● **DATA TO EXAMINE**
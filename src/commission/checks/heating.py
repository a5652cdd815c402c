"""Heating-rate check: does the water heat as fast as the element's power predicts?"""

from __future__ import annotations

from dataclasses import dataclass
from typing import Any

from ..units import format_number as f
from .registry import FAIL, PASS, REVIEW, Context, Expected, Input, Measured, Outcome, Param, check

SRC_HEATING = (
    "dT/dt = P/(m·cp), m = ρ·V at filling; ρ, cp from IAPWS-95; band 0.85–1.10 common "
    "practice"
)
CAUSES = ("the thermostat cycled, a failed element section, a smaller volume than stated, "
          "or a sensor outside the heated zone")


def expected_power_w(ctx: Context) -> tuple[float, str]:
    """Element power: from cold resistance at the measured voltage, else the nameplate."""
    if ctx.has("cold_resistance") and ctx.has("supply_voltage"):
        r = float(ctx.input("cold_resistance"))
        u = float(ctx.input("supply_voltage"))
        if r > 0:
            return u * u / r, f"{f(round(u * u / r))} W from {f(r)} Ω at {f(u)} V"
    p = float(ctx.input("rated_power"))
    return p, f"{f(p)} W nameplate"


# Inputs and limits shared by the two heating checks (readings, and a logged run).
POWER_INPUTS = {
    "volume": Input("stored volume (volume reading)"),
    "rated_power": Input("element nameplate power"),
    "cold_resistance": Input("element cold resistance", required=False),
    "supply_voltage": Input("measured supply voltage", required=False),
}
BAND_PARAMS = {
    "fill_temp_c": Param(15.0, "°C", "common practice: cold mains water (from memory)"),
    "band_low": Param(0.85, None, "common practice"),
    "band_high": Param(1.10, None, "common practice"),
}


@check(
    "heating_rate",
    summary="heating rate against the element's power",
    source=SRC_HEATING,
    quantities=("temperature",),
    inputs={
        "start_temp": Input("temperature at the start"),
        "minutes": Input("time between the two readings"),
        **POWER_INPUTS,
    },
    params={
        **BAND_PARAMS,
        "min_rise_k": Param(3.0, "K", "common practice: smaller rises are lost in sensor "
                            "resolution"),
    },
)
def heating_rate(ctx: Context) -> Outcome:
    from ..physics import water

    end_c = float(ctx.value)
    start_c = float(ctx.input("start_temp"))
    seconds = float(ctx.input("minutes"))
    volume_l = float(ctx.input("volume")) * 1000.0
    power_w, power_text = expected_power_w(ctx)
    mass = float(water.mass_kg(volume_l, ctx.param("fill_temp_c")))
    mean_c = 0.5 * (start_c + end_c)
    expected_rate = float(water.heating_rate_k_per_h(power_w, mass, mean_c))
    rate = (end_c - start_c) / (seconds / 3600.0)
    lo, hi = ctx.param("band_low"), ctx.param("band_high")
    expected = Expected("K/h", min=round(lo * expected_rate, 2), max=round(hi * expected_rate, 2))
    measured = Measured(round(rate, 2), "K/h")
    delivered = float(water.delivered_power_w(rate, mass, mean_c))
    ratio = rate / expected_rate
    text = (f"{rate:.1f} K/h against {expected_rate:.1f} K/h expected for {power_text} into "
            f"{mass:.0f} kg (ratio {ratio:.2f}, {delivered:.0f} W delivered)")
    if end_c - start_c < ctx.param("min_rise_k"):
        return Outcome(REVIEW, f"{text}; a rise of {f(end_c - start_c)} K is too small to judge "
                       "— run longer", SRC_HEATING, measured, expected)
    if ratio < lo:
        return Outcome(FAIL, f"{text}: too slow — usual causes: {CAUSES}", SRC_HEATING,
                       measured, expected)
    if ratio > hi:
        return Outcome(REVIEW, f"{text}: faster than the element can heat the whole store — "
                       "the sensor sits in the hot layer above the element or the volume "
                       "served is smaller; judge by hand", SRC_HEATING, measured, expected)
    return Outcome(PASS, text, SRC_HEATING, measured, expected)


# -- heating from a logged temperature rise -----------------------------------------------
# Our defaults unless a source is named; shared by the heating_log check and
# `commission analyse heating`.
LOG_MIN_RISE_K = 3.0  # common practice: smaller rises are lost in sensor resolution
LOG_MIN_POINTS = 5  # our default: fewer readings cannot show whether the line is straight
Z95 = 1.96  # two-sided 95 % normal quantile, for the interval of the ratio


@dataclass(frozen=True)
class HeatingAssessment:
    fit: Any  # physics.water.HeatingRateFit
    expected_k_per_h: float
    ratio: float
    mass_kg: float
    cp_j_per_kg_k: float
    delivered_w: float
    verdict: str
    reason: str
    whole_log: bool


def assess_heating_log(time_s, temp_c, *, power_w: float, volume_l: float,
                       fill_temp_c: float = 15.0,
                       band: tuple[float, float] = (0.85, 1.10)) -> HeatingAssessment:
    """Fit the steady part of a heating log and judge it against P/(m·cp).

    pass inside the band; fail below it; review above it, or when the log is too short or
    noisy to say. The ratio carries a 95 % interval from the slope's standard error; the
    verdict is pass or fail only when the whole interval lies on one side of a band edge.
    """
    from ..physics import water

    mass = float(water.mass_kg(volume_l, fill_temp_c))
    fit = water.fit_heating_rate(time_s, temp_c)
    expected = float(water.heating_rate_k_per_h(power_w, mass, fit.mean_temp_c))
    whole_log = False
    if fit.plateau_from_s is not None and _log_too_short(fit, expected):
        # The log levels off almost at once (a dead element, or a thermostat that opened
        # early): judge the whole log instead of the few readings before the plateau.
        fit = water.fit_heating_rate(time_s, temp_c, detect_plateau=False)
        expected = float(water.heating_rate_k_per_h(power_w, mass, fit.mean_temp_c))
        whole_log = True
    delivered = float(water.delivered_power_w(fit.rate_k_per_h, mass, fit.mean_temp_c))
    cp = float(water.heat_capacity_j_per_kg_k(fit.mean_temp_c))
    ratio = fit.rate_k_per_h / expected
    verdict, reason = _log_verdict(fit, expected, ratio, *band)
    if whole_log:
        reason += ("; the log shows no steady rise before it levels off, so the whole log "
                   "was fitted")
    return HeatingAssessment(fit, expected, ratio, mass, cp, delivered, verdict, reason,
                             whole_log)


def _log_too_short(fit, expected) -> bool:
    span_h = (fit.fit_end_s - fit.fit_start_s) / 3600.0
    return expected * span_h < LOG_MIN_RISE_K or fit.points < LOG_MIN_POINTS


def _log_verdict(fit, expected, ratio, lo, hi) -> tuple[str, str]:
    span_h = (fit.fit_end_s - fit.fit_start_s) / 3600.0
    shown = (f"{fit.rate_k_per_h:.2f} K/h measured against {expected:.2f} K/h expected "
             f"(ratio {ratio:.2f}, band {lo:g}-{hi:g})")
    expected_rise = expected * span_h
    if expected_rise < LOG_MIN_RISE_K:
        return REVIEW, (f"{shown}; the fitted span of {span_h * 60:.0f} min should give "
                        f"only {expected_rise:.1f} K, too little to judge (at least "
                        f"{LOG_MIN_RISE_K:g} K, common practice): log for longer")
    if fit.points < LOG_MIN_POINTS:
        return REVIEW, (f"{shown}; only {fit.points} readings in the fitted span (at least "
                        f"{LOG_MIN_POINTS}, our default): log more often")
    half = Z95 * fit.rate_stderr_k_per_h / expected
    if ratio + half < lo:
        return FAIL, (f"{shown}: the water heats too slowly. Usual causes: thermostat "
                      "cycling (check the log for a plateau or a saw-tooth), a failed "
                      "element section, a wrong volume, a sensor outside the heated zone "
                      "(ask where it sits and which volume the element serves)")
    if ratio - half > hi:
        return REVIEW, (f"{shown}: faster than the element can heat the whole volume; the "
                        "sensor probably sits in the hot layer above the element, or the "
                        "element serves a smaller volume than stated: judge by hand")
    if ratio - half >= lo and ratio + half <= hi:
        return PASS, shown
    return REVIEW, (f"{shown}; the log is too noisy to say (95 % interval of the ratio "
                    f"{ratio - half:.2f}-{ratio + half:.2f} crosses a band edge): check "
                    "the sensor's contact and log for longer")


@check(
    "heating_log",
    summary="heating rate fitted from a temperature log against the element's power",
    source=SRC_HEATING + "; steady part fitted by least squares",
    kinds=("file",),
    inputs=dict(POWER_INPUTS),
    params=dict(BAND_PARAMS),
)
def heating_log(ctx: Context) -> Outcome:
    from ..captures import CaptureError, read_heating_log

    power_w, power_text = expected_power_w(ctx)
    volume_l = float(ctx.input("volume")) * 1000.0
    path = ctx.file_path(ctx.value)
    band = (float(ctx.param("band_low")), float(ctx.param("band_high")))

    def run():
        try:
            log = read_heating_log(path)
            return assess_heating_log(log.time_s, log.temp_c, power_w=power_w,
                                      volume_l=volume_l, fill_temp_c=ctx.param("fill_temp_c"),
                                      band=band)
        except (CaptureError, ValueError) as exc:
            return ValueError(str(exc))

    judged = ctx.memo(("heating_log", ctx.value["sha256"], power_w, volume_l, band), run)
    if isinstance(judged, Exception):
        raise judged
    expected = Expected("K/h", min=round(band[0] * judged.expected_k_per_h, 2),
                        max=round(band[1] * judged.expected_k_per_h, 2))
    return Outcome(judged.verdict, f"{judged.reason}; power {power_text}, "
                   f"{judged.delivered_w:.0f} W delivered into {judged.mass_kg:.0f} kg",
                   SRC_HEATING, Measured(round(judged.fit.rate_k_per_h, 2), "K/h"), expected)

● **TASK TO COMPLETE**
The lines running from the start of the data through the one that contains "from typing import Any" should be reproduced exactly, and only those.

● **RESULT FOR THIS TASK**
filename src/commission/checks/heating.py
repository a5652cdd815c402c
"""Heating-rate check: does the water heat as fast as the element's power predicts?"""

from __future__ import annotations

from dataclasses import dataclass
from typing import Any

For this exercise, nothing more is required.